In 2006, FASB issued Statement No. 157, Fair Value Measurements. This new pronouncement provides guidance for using fair value to measure assets and liabilities. FASB believes the pronouncement also responds to investors’ requests for expanded information about the extent to which corporations measure assets and liabilities at fair value, the information used to measure fair value, and the effect of fair value measurements on earnings. Statement 157 applies whenever other standards require (or permit) assets or liabilities to be measured at fair value but does not expand the use of fair value in any new circumstances. Statement 157 requires expanded disclosure of the effect on earnings for items measured using unobservable data. The Company does not believe adoption of Statement 157 will have a material effect on its financial position, results of operations or cash flows.

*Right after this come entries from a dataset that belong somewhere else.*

def test_mapping_with_paths_needs_a_base(tmp_path):
    _write(tmp_path, "e.json", level_exam("T8"))
    d = {"format": FORMAT, "exams": [{"time": 0, "file": "e.json"}]}
    with pytest.raises(CordmapError, match="no folder to read it from"):
        parse_course(d)
    assert len(parse_course(d, base=tmp_path)) == 1


def test_exam_limit():
    with pytest.raises(CordmapError, match=f"limit of {MAX_EXAMS}"):
        parse_course({"format": FORMAT, "exams": [{"time": i, "findings": {"format": "cordmap-findings/1"}}
                                                 for i in range(MAX_EXAMS + 1)]})


# ---------------------------------------------------------------- the demo, the command line, the cohort

def test_demo_course_is_package_data_and_raises_its_alarms():
    assert demo_path().is_file()
    r = follow(demo())
    assert len(r.course) == 5
    assert {"level_ascent", "sacral_loss", "motor_fall"} <= {a.rule for a in r.alarms}
    assert all("invented" in e.findings.label for e in r.course.exams)


def _cli(*args):
    return subprocess.run([sys.executable, "-m", "cordmap", "course", *args], capture_output=True, text=True)


def test_cli_text_json_and_errors(tmp_path):
    out = _cli("--demo")
    assert out.returncode == 0
    assert out.stdout.count(C.BANNER) == 1 and "[level_ascent]" in out.stdout and "Alarms" in out.stdout
    js = json.loads(_cli(str(demo_path()), "--json").stdout)
    assert js["caution"] == C.BANNER and js["format"] == "cordmap-course-report/1"
    assert {a["rule"] for a in js["alarms"]} >= {"level_ascent", "sacral_loss"}
    bad = _write(tmp_path, "bad.json", {"format": FORMAT, "exams": [{"time": 5, "findings": level_exam("T8")},
                                                                    {"time": 2, "findings": level_exam("T8")}]})
    for args in ((str(bad),), (), (str(tmp_path / "nope.json"),), (str(tmp_path),)):
        out = _cli(*args)
        assert out.returncode == 2 and out.stdout == ""
        assert len(out.stderr.strip().splitlines()) == 1 and out.stderr.startswith("cordmap: error: ")


def test_cohort_conversion_rates_and_curves():
    up = Course([(0, level_exam("T10", "22222")), (30, level_exam("T10", "44444"))], time_unit="days")
    down = Course([(0, level_exam("T10", "44444")), (48, level_exam("T10", "22222"))], time_unit="hours")
    same = Course([(0, level_exam("T10", "44444")), (10, level_exam("T10", "44444"))], time_unit="days")
    co = cordmap.course_cohort([up, down, same, {"format": "nope"}], ids=["u", "d", "s", "x"])
    assert [e[0] for e in co.errors] == ["x"]  # the bad one is listed, the rest summarised
    assert co.conversion.loc["C", "D"] == 1 and co.conversion.loc["D", "C"] == 1 and co.conversion.loc["D", "D"] == 1
    rates = co.conversion_rates.set_index("first_ais")
    assert rates.loc["D", "n"] == 2 and rates.loc["D", "rate_worsened"] == 0.5 and rates.loc["C", "rate_improved"] == 1
    lems = co.curves[co.curves.measure == "lems"].set_index("t")
    assert lems.loc[2.0, "mean"] == 20  # 48 hours is day 2: the clocks are put together
    assert lems.loc[0.0, "n"] == 3 and lems.loc[0.0, "median"] == 40
    binned = cordmap.course_cohort([up, down, same], bins=[0, 7, 60]).curves
    lems = binned[binned.measure == "lems"]
    assert list(lems["n"]) == [3, 2]  # the first week: all three (the last exam of each in it); then up and same
    assert list(lems["mean"]) == pytest.approx([(20 + 20 + 40) / 3, 40])  # LEMS 20 at "22222", 40 at "44444"
    with pytest.raises(CordmapError, match="no course could be read"):
        cordmap.course_cohort([{"format": "nope"}])


def test_course_picture_carries_caution_and_alarms():
    from cordmap.course_plot import course_png, draw_course

    fig = draw_course(demo())
    texts = [t.get_text() for t in fig.texts]
    assert C.DECISION_SUPPORT in texts
    assert any(t.startswith("Alarms (urgent): 1 at 6 h: level up") for t in texts)
    png = course_png(Course([(0, level_exam("T10")), (6, level_exam("T10"))]), size=(640, 480))
    assert png[:8] == b"\x89PNG\r\n\x1a\n"


def test_cli_full_ranking_gives_fit_verdicts():
    js = json.loads(_cli("--demo", "--json", "--full").stdout)
    assert all(e["lead"]["fit"] in ("good", "poor", "normal") for e in js["exams"])
    fast = json.loads(_cli("--demo", "--json").stdout)
    # the same leaders either way (the fast path lists the leader as rank() does)
    assert [e["lead"]["describe"] for e in js["exams"]] == [e["lead"]["describe"] for e in fast["exams"]]
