package fit

import (
	"context"
	"errors"
	"fmt"
	"math"
	"slices"

	"gonum.org/v1/gonum/optimize"
)

// FitResult is the best fit of a problem: least total χ² over the free
// parameters, each epoch's scale and correction solved at every step.
type FitResult struct {
	Parameters []Parameter `json:"parameters"`
	// Best is the parameter vector of least χ² (log₁₀ X, v/c, K).
	Best []float64 `json:"best"`
	// MassFractions are the free elements' fitted fractions, by symbol.
	MassFractions map[string]float64 `json:"mass_fractions"`
	// AtBound names the parameters that ended within 1e-3 of their range
	// of a bound: the minimum may lie beyond it.
	AtBound []string `json:"at_bound,omitempty"`
	// Evaluation is the problem at Best: joint and per-epoch χ²/N, scales.
	Evaluation
	Start []float64 `json:"start"`
	// Scale ("free" or "fixed") and CorrectionOrder state the linear
	// treatment of each epoch's flux.
	Scale           string `json:"scale"`
	CorrectionOrder int    `json:"correction_order"`
	// Evaluations counts the syntheses of all epochs (one evaluation
	// synthesises every epoch); Status is the optimiser's stop reason.
	Evaluations int    `json:"evaluations"`
	Status      string `json:"status"`
	Converged   bool   `json:"converged"`
	Method      string `json:"method"`
	Preview     bool   `json:"preview"`
}

// fitRestarts is the number of times Nelder–Mead restarts from its best
// point with a fresh simplex (against a collapsed simplex, common practice).
const fitRestarts = 1

// simplexStep is the initial simplex's step in the transformed coordinate
// u (θ = lo + (hi − lo)/(1 + e^{−u})): at the middle of a range, 0.12 of it.
const simplexStep = 0.5

// Fit minimises the total χ² of the problem over its free parameters with
// Nelder–Mead (gonum/optimize) in transformed coordinates that keep each
// parameter within its bounds (θ = lo + (hi − lo)/(1 + e^{−u})), starting
// at Start and restarting once from the best point. Points where the free
// fractions sum to ≥ 1 count as +∞. progress, when not nil, is called
// after each evaluation with the number done and the budget
// (MaxEvaluations). It stops when ctx is done (an error wrapping
// ctx.Err()).
func (p *Problem) Fit(ctx context.Context, progress func(done, total int)) (*FitResult, error) {
	c, err := p.compile()
	if err != nil {
		return nil, err
	}
	dim := len(c.params)
	budget := p.maxEvaluations(dim)
	toTheta := func(dst, u []float64) []float64 {
		for i, par := range c.params {
			dst[i] = par.Lower + (par.Upper-par.Lower)/(1+math.Exp(-u[i]))
		}
		return dst
	}
	u0 := make([]float64, dim)
	for i, par := range c.params {
		f := (c.start[i] - par.Lower) / (par.Upper - par.Lower)
		f = math.Min(math.Max(f, 1e-3), 1-1e-3)
		u0[i] = math.Log(f / (1 - f))
	}
	done := 0
	var evalErr error
	theta := make([]float64, dim)
	bestF, bestX := math.Inf(1), slices.Clone(c.start)
	f := func(u []float64) float64 {
		if evalErr != nil {
			return math.Inf(1)
		}
		if err := ctx.Err(); err != nil {
			evalErr = fmt.Errorf("fit: %w", err)
			return math.Inf(1)
		}
		toTheta(theta, u)
		evs, err := c.evaluate(ctx, theta, false, 0)
		done++
		if progress != nil {
			progress(min(done, budget), budget)
		}
		if errors.Is(err, errOutside) {
			return math.Inf(1)
		}
		if err != nil {
			evalErr = err
			return math.Inf(1)
		}
		s := 0.0
		for _, ev := range evs {
			s += ev.chi2
		}
		if s < bestF {
			bestF = s
			copy(bestX, theta)
		}
		return s
	}
	status := optimize.NotTerminated
	for run := 0; run <= fitRestarts && done < budget; run++ {
		if run > 0 {
			for i, par := range c.params {
				fr := (bestX[i] - par.Lower) / (par.Upper - par.Lower)
				fr = math.Min(math.Max(fr, 1e-6), 1-1e-6)
				u0[i] = math.Log(fr / (1 - fr))
			}
		}
		pr := optimize.Problem{Func: f}
		// Converged when 10 + 3·dim iterations in a row lower χ² by less
		// than 0.01 in all: a hundredth of the Δχ² = 1 of one standard
		// deviation, so going on would move the parameters by far less
		// than their errors (a tighter tolerance took 2–4 times the
		// evaluations for Δχ² < 0.1; measured, see TestFitRecovers).
		set := &optimize.Settings{
			FuncEvaluations: budget - done,
			Converger:       &optimize.FunctionConverge{Absolute: 0.01, Relative: 0, Iterations: 10 + 3*dim},
			Recorder:        stopRecorder{&evalErr},
		}
		res, err := optimize.Minimize(pr, slices.Clone(u0), set, &optimize.NelderMead{SimplexSize: simplexStep})
		if evalErr != nil {
			return nil, evalErr
		}
		if err != nil && res == nil {
			return nil, fmt.Errorf("fit: optimiser: %w", err)
		}
		if res != nil {
			status = res.Status
		}
	}
	if math.IsInf(bestF, 1) {
		return nil, fmt.Errorf("fit: no parameter set inside the prior could be evaluated")
	}
	ev, err := c.evaluation(ctx, bestX)
	if err != nil {
		return nil, err
	}
	out := &FitResult{Parameters: c.params, Best: bestX, MassFractions: map[string]float64{}, Evaluation: *ev,
		Start: slices.Clone(c.start), Scale: p.Scale.String(), CorrectionOrder: p.CorrectionOrder,
		Evaluations: done, Status: status.String(), Converged: status == optimize.FunctionConvergence,
		Method: "Nelder–Mead (gonum/optimize) in bounded coordinates, one restart", Preview: p.Settings.Preview}
	if p.Scale == ScaleFixed {
		out.CorrectionOrder = 0
	}
	for i, par := range c.params {
		if par.Kind == KindLogMassFraction {
			out.MassFractions[par.Element] = math.Pow(10, bestX[i])
		}
		if r := par.Upper - par.Lower; bestX[i]-par.Lower < 1e-3*r || par.Upper-bestX[i] < 1e-3*r {
			out.AtBound = append(out.AtBound, par.Name)
		}
	}
	if !out.Converged {
		out.Warnings = append(out.Warnings, fmt.Sprintf("the optimiser stopped without converging (%s after %d evaluations)", status, done))
	}
	if len(out.AtBound) > 0 {
		out.Warnings = append(out.Warnings, fmt.Sprintf("at a bound: %v; the best value may lie beyond it", out.AtBound))
	}
	if progress != nil {
		progress(budget, budget)
	}
	return out, nil
}

// stopRecorder stops the optimiser once an evaluation failed or the
// context ended.
type stopRecorder struct{ err *error }

func (stopRecorder) Init() error { return nil }

func (r stopRecorder) Record(*optimize.Location, optimize.Operation, *optimize.Stats) error {
	return *r.err
}

// maxEvaluations returns MaxEvaluations or its default for dim parameters.
func (p *Problem) maxEvaluations(dim int) int {
	if p.MaxEvaluations > 0 {
		return p.MaxEvaluations
	}
	return max(300, 150*dim)
}
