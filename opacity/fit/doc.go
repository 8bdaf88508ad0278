// Package fit compares synthetic spectra with observed ones and fits model
// parameters to them: the χ² of a model against a calibrated, masked
// spectrum with uncertainties (Compare), the photosphere velocity by a
// grid and a golden-section refinement (Sweep), and inference over several
// epochs (Problem): one composition shared by all epochs with some mass
// fractions free, optionally each epoch's photosphere velocity and
// temperature, and each epoch's flux scale and Legendre continuum
// correction solved by linear least squares at every evaluation. Fit
// minimises χ² (Nelder–Mead, gonum/optimize); Sample draws the posterior
// with an affine-invariant ensemble sampler (stretch move) and reports
// medians, 68 %/95 % intervals, upper limits and convergence diagnostics.
// It imports no GUI code; the workbench and the headless commands call it.
//
// Units: mass fractions (parameters in log₁₀ X), velocities v/c,
// temperatures K, fluxes in the observed spectrum's units. Results are
// deterministic for a given seed, whatever the number of workers.
//
// χ²/N here measures the match. The model's systematic errors (LTE,
// incomplete atomic data, a sharp photosphere) usually dominate the noise,
// so χ² is not a likelihood and its curvature is not an honest error bar;
// the posterior of Sample assumes it is (uncertainties right, model exact)
// and says so in its Likelihood field.
package fit
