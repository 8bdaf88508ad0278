package fit

import (
	"math"
	"sort"

	"gonum.org/v1/gonum/dsp/fourier"
)

// autocorrWindow is the constant c of Sokal's automatic window: the sum
// of the autocorrelation function stops at the first lag M ≥ c τ(M)
// (Sokal 1997, "Monte Carlo methods in statistical mechanics"; c = 5 as
// in the emcee documentation, Foreman-Mackey et al. 2013).
const autocorrWindow = 5

// autocorrFunc returns the normalised autocorrelation function ρ(t) of x
// for lags 0 … len(x)−1, by FFT with zero padding to a power of two ≥ 2n
// (no circular wrap).
func autocorrFunc(x []float64) []float64 {
	n := len(x)
	m := 1
	for m < 2*n {
		m <<= 1
	}
	mean := 0.0
	for _, v := range x {
		mean += v
	}
	mean /= float64(n)
	seq := make([]float64, m)
	for i, v := range x {
		seq[i] = v - mean
	}
	fft := fourier.NewFFT(m)
	c := fft.Coefficients(nil, seq)
	for i, v := range c {
		c[i] = complex(real(v)*real(v)+imag(v)*imag(v), 0)
	}
	acf := fft.Sequence(nil, c)[:n]
	out := make([]float64, n)
	if !(acf[0] > 0) {
		return out // a constant chain
	}
	for i := range out {
		out[i] = acf[i] / acf[0]
	}
	return out
}

// integratedTime estimates the integrated autocorrelation time
// τ = 1 + 2 Σ_{t≥1} ρ(t) of one parameter from several chains (walkers)
// of equal length: the chains' autocorrelation functions are averaged,
// then summed up to Sokal's automatic window (the estimator of the emcee
// documentation, Foreman-Mackey et al. 2013 and its 2019 revision). It is
// NaN for chains shorter than 2 or constant chains.
func integratedTime(chains [][]float64) float64 {
	if len(chains) == 0 || len(chains[0]) < 2 {
		return math.NaN()
	}
	n := len(chains[0])
	f := make([]float64, n)
	for _, ch := range chains {
		for i, v := range autocorrFunc(ch) {
			f[i] += v
		}
	}
	if f[0] == 0 {
		return math.NaN()
	}
	f0 := f[0]
	for i := range f {
		f[i] /= f0
	}
	tau := 1.0
	for m := 1; m < n; m++ {
		tau += 2 * f[m]
		if float64(m) >= autocorrWindow*tau {
			return tau
		}
	}
	return tau
}

// splitRHat returns the split potential scale reduction factor R̂ of one
// parameter (Gelman et al., Bayesian Data Analysis, 3rd ed., §11.4): each
// chain is cut into halves, and with n draws per half-chain, W the mean of
// the half-chains' variances and B/n the variance of their means,
//
//	R̂ = √(((n − 1)/n W + B/n) / W).
//
// Walkers of an ensemble are not independent chains, so this is a rough
// check (common practice). It is NaN for half-chains shorter than 2.
func splitRHat(chains [][]float64) float64 {
	var halves [][]float64
	for _, ch := range chains {
		h := len(ch) / 2
		halves = append(halves, ch[:h], ch[len(ch)-h:])
	}
	if len(halves) == 0 || len(halves[0]) < 2 {
		return math.NaN()
	}
	n := float64(len(halves[0]))
	m := float64(len(halves))
	means := make([]float64, len(halves))
	W, grand := 0.0, 0.0
	for i, h := range halves {
		mu := 0.0
		for _, v := range h {
			mu += v
		}
		mu /= n
		s2 := 0.0
		for _, v := range h {
			s2 += (v - mu) * (v - mu)
		}
		W += s2 / (n - 1)
		means[i] = mu
		grand += mu
	}
	W /= m
	grand /= m
	B := 0.0
	for _, mu := range means {
		B += (mu - grand) * (mu - grand)
	}
	B *= n / (m - 1)
	if !(W > 0) {
		return math.NaN()
	}
	return math.Sqrt(((n-1)/n*W + B/n) / W)
}

// quantile returns the q-quantile of ascending sorted data by linear
// interpolation between order statistics (Hyndman & Fan 1996, definition 7).
func quantile(sorted []float64, q float64) float64 {
	n := len(sorted)
	if n == 0 {
		return math.NaN()
	}
	h := q * float64(n-1)
	i := int(math.Floor(h))
	if i >= n-1 {
		return sorted[n-1]
	}
	return sorted[i] + (h-float64(i))*(sorted[i+1]-sorted[i])
}

// sortedCopy returns x sorted ascending.
func sortedCopy(x []float64) []float64 {
	s := append([]float64(nil), x...)
	sort.Float64s(s)
	return s
}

20. | COMPARATIVE FIGURES |
Certain comparative figures have been reclassified to conform with the current period’s presentation.
21. | SUBSEQUENT EVENT |
On February 22, 2007, the Company closed a public offering whereby 4,000,000 units were issued at a price of $3.00 per unit for gross cash proceeds of $12,000,000. Net proceeds are expected to be approximately $10,590,000. Each unit included one common share and one-half of one common share purchase warrant for a total of 2,000,000 warrants. Each whole common share purchase warrant entitles the holder to acquire one common share in the capital of the Company upon payment of $3.50 per share until February 22, 2010.